When lessons finish, at around 2pm, she sometimes goes with friends to a coffee shop for lunch, but usually she heads back to the okiya for a simple meal and an afternoon's rest before the evening's engagements. She likes to eat arbecued meat or noodles, but lunch at the okiya is usually something simple, such as bread.

At 4pm Koaki starts getting ready. Her make-up takes about 45 minutes, with various undercoats of wax and paste before the final dusting of white powder. Lips and eyebrows are carefully painted on.

Her hair is set once a week at a special hairdresser. It takes 40 minutes, and she must sleep on a special neck-rest so as not to spoil the lacquered style.

Maiko use their own hair, as opposed to geisha, who use wigs. This week, Koaki points out, her hair is set in a festival style.

The style of kimono is determined by the season. A professional kimono dresser comes to the okiya every day.He's an expert, so it only takes him about five minutes to tie Koaki's kimono and obi, or wide belt. By 6pm she is ready.

Koaki says she has a strict daily schedule, the only variation being the number of evening engagements. There are usually three or four zashiki (engagements) a night.

"During the boom time I heard that there were five or six engagements a night. Now, I sometimes have idle time between appointments."

During idle time on Tuesdays she has a chance to watch her favourite TV drama, Kamisama, Mo Sukoshi Dake ("God give me a little more time"), the story of a young girl infected with HIV. She is interrupted this week with a call from the aochaya (teahouse) to entertain. In Gion there is an internal telephone network between the geisha houses, the teahouses and restaurants. The whereabouts of a geisha is always known, so she can be called when needed.

Koaki usually returns to the okiya by 1am. She removes her make-up and takes a bath.
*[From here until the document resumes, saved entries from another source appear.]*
// A column only a sensitivity analysis reads (its cluster column) is
// compared too: a corrected cluster id changes no column of the primary
// analysis, whose line says so, and the analysis's line names the column
// (its errors changed); the same correction rerun into the folder names
// it on stderr. A column the primary analysis names already is not named
// again for an analysis that reads it too.
func TestRerunNamesSensitivityColumns(t *testing.T) {
	dir := t.TempDir()
	data := filepath.Join(dir, "d.csv")
	p := filepath.Join(dir, "plan.yaml")
	os.WriteFile(p, []byte(fmt.Sprintf(rerunPlan, "file: d.csv")+`sensitivity:
  - name: by_site
    why: Rows of a site share an interviewer.
    change: {data.cluster: site, covariance: clustered}
`), 0o644)
	write := func(edit func(i int, f []string)) {
		rows := rerunRows(edit)
		for i := range rows {
			rows[i] += fmt.Sprintf(",s%d", i%12)
		}
		if err := os.WriteFile(data, []byte("y,age,grp,site\n"+strings.Join(rows, "\n")+"\n"), 0o644); err != nil {
			t.Fatal(err)
		}
	}
	write(nil)
	first := filepath.Join(dir, "first")
	if _, e, code := runCLI("run", p, "--out", first, "--quiet"); code != 0 {
		t.Fatal(e)
	}
	b, _ := os.ReadFile(data)
	os.WriteFile(data, []byte(strings.Replace(string(b), ",s3\n", ",s4\n", 1)), 0o644)
	stdout, e, code := runCLI("run", p, "--out", filepath.Join(dir, "site"), "--previous", first, "--quiet")
	if code != 0 {
		t.Fatalf("exit %d: %s", code, e)
	}
	for _, w := range []string{
		"since the previous run: y: no column this outcome uses changed in the rows it uses",
		"since the previous run: Sensitivity analysis by_site: y: column site (cluster) changed: other values, with the same numbers of values, of clusters and of missing values.\n",
	} {
		if !strings.Contains(stdout, w) {
			t.Errorf("no %q in:\n%s", w, stdout)
		}
	}
	// Rerun into the first run's folder: stderr names the column.
	_, e, code = runCLI("run", p, "--out", first, "--quiet")
	if code != 0 || !strings.Contains(e, "the data file d.csv changed (column site); kept them in ") {
		t.Errorf("rerun into the folder: exit %d: %s", code, e)
	}
	// An age corrected: the primary analysis names it, the analysis does
	// not name it again.
	write(func(i int, f []string) {
		if i == 5 {
			f[1] = "61"
		}
	})
	stdout, e, code = runCLI("run", p, "--out", filepath.Join(dir, "age"), "--previous", filepath.Join(dir, "site"), "--quiet")
	if code != 0 || !strings.Contains(stdout, "y: column age (predictor) changed: ") || strings.Contains(stdout, "Sensitivity analysis by_site: y: column age") {
		t.Errorf("age corrected: exit %d: %s %s", code, stdout, e)
	}
	// An earlier run.json without the analysis's columns (an older
	// program's): said so, since a change only it reads would not show.
	var raw map[string]any
	b, _ = os.ReadFile(filepath.Join(dir, "site", "run.json"))
	json.Unmarshal(b, &raw)
	for _, s := range raw["sensitivity"].([]any) {
		delete(s.(map[string]any), "data_columns")
	}
	b, _ = json.MarshalIndent(raw, "", "  ")
	os.WriteFile(filepath.Join(dir, "site", "run.json"), b, 0o644)
	stdout, e, code = runCLI("run", p, "--out", filepath.Join(dir, "old"), "--previous", filepath.Join(dir, "site"), "--quiet")
	if code != 0 || !strings.Contains(stdout, "since the previous run: Sensitivity analysis by_site: the earlier run did not record the columns it read (its run.json was written by an older ordplan), so what changed in columns or rows only it reads cannot be said.\n") {
		t.Errorf("older record: exit %d: %s %s", code, stdout, e)
	}
}

// A sensitivity analysis whose subset changed between two runs reads
// other rows, so every column it reads changes: --previous says so in one
// line, naming the analysis, the subset's change with both values and
// the rows used before and now (counted here from the rows written), not
// one line per column; a subset that keeps the same rows says that; with
// the data changed too, that the two are not told apart.
func TestRerunSummarisesSensitivitySubset(t *testing.T) {
	section := "sensitivity:\n  - name: younger\n    why: Older respondents may answer otherwise.\n    change:\n      subset: [{column: age, at_most: %s}]\n"
	dir, run := subsetReruns(t, func(at string) string { return fmt.Sprintf(section, at) })
	data := filepath.Join(dir, "d.csv")
	upTo := rerunRowsUpTo
	run("49", "a", "")
	for _, c := range []struct{ at, out, previous, want string }{
		{"39", "b", "a", fmt.Sprintf("since the previous run: Sensitivity analysis younger: y: its subset changed (subset[0].at_most 49 -> 39): rows used %d -> %d, and all 3 columns it reads changed with them.\n", upTo(49), upTo(39))},
		{"39.5", "c", "b", fmt.Sprintf("since the previous run: Sensitivity analysis younger: y: its subset changed (subset[0].at_most 39 -> 39.5): it uses the same %d rows.\n", upTo(39))},
		{"45", "d", "c", fmt.Sprintf("rows used %d -> %d, and all 3 columns it reads changed with them (the data changed too: the columns' changes are not only the subset's).\n", upTo(39), upTo(45))},
	} {
		if c.out == "d" {
			writeRows(t, data, rerunRows(func(i int, f []string) {
				if i == 2 {
					f[0] = "3"
				}
			}))
		}
		stdout := run(c.at, c.out, c.previous)
		if !strings.Contains(stdout, c.want) || strings.Contains(stdout, "Sensitivity analysis younger: y: column ") {
			t.Errorf("subset at_most %s: want %q, and no line per column, in:\n%s", c.at, c.want, stdout)
		}
	}
}

// rerunRowsUpTo counts the rows of rerunRows whose age is at most age.
func rerunRowsUpTo(age int) int {
	n := 0
	for i := range 240 {
		if 20+(i*13)%50 <= age {
			n++
		}
	}
	return n
}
Only on Sundays can she sleep in.

Geisha don't reveal who their clients are or give details of what happens at their engagements. Koaki reluctantly says that the clients are mostly older men, and she is treated like a granddaughter. "Sometimes a customer will bring his son, but it's rare to see young people in Gion."

Her customers range through the spectrum of society, but mostly they are businessmen entertaining clients. "I'm not expected to discuss business or very difficult topics. I am supposed to be like a 'flower' at these parties. Customers come to Gion for fun and to relax.

"Japanese men yearn to visit Gion. They want to have the experience of being entertained in a traditional way."

An indication of the strength of this attraction is that Gion isn't suffering too much from the effects of Japan's recession. Koaki says that after an engagement she will go on with customers to a karaoke bar somewhere in Gion, a modern innovation in a geisha's life.

Between work, festivals and lessons there are only two days off a month. Koaki is looking forward to a precious three-day holiday later in August, and plans to relax in her okiya room listening to her favourite singers, Mariah Carey and Celine Dion.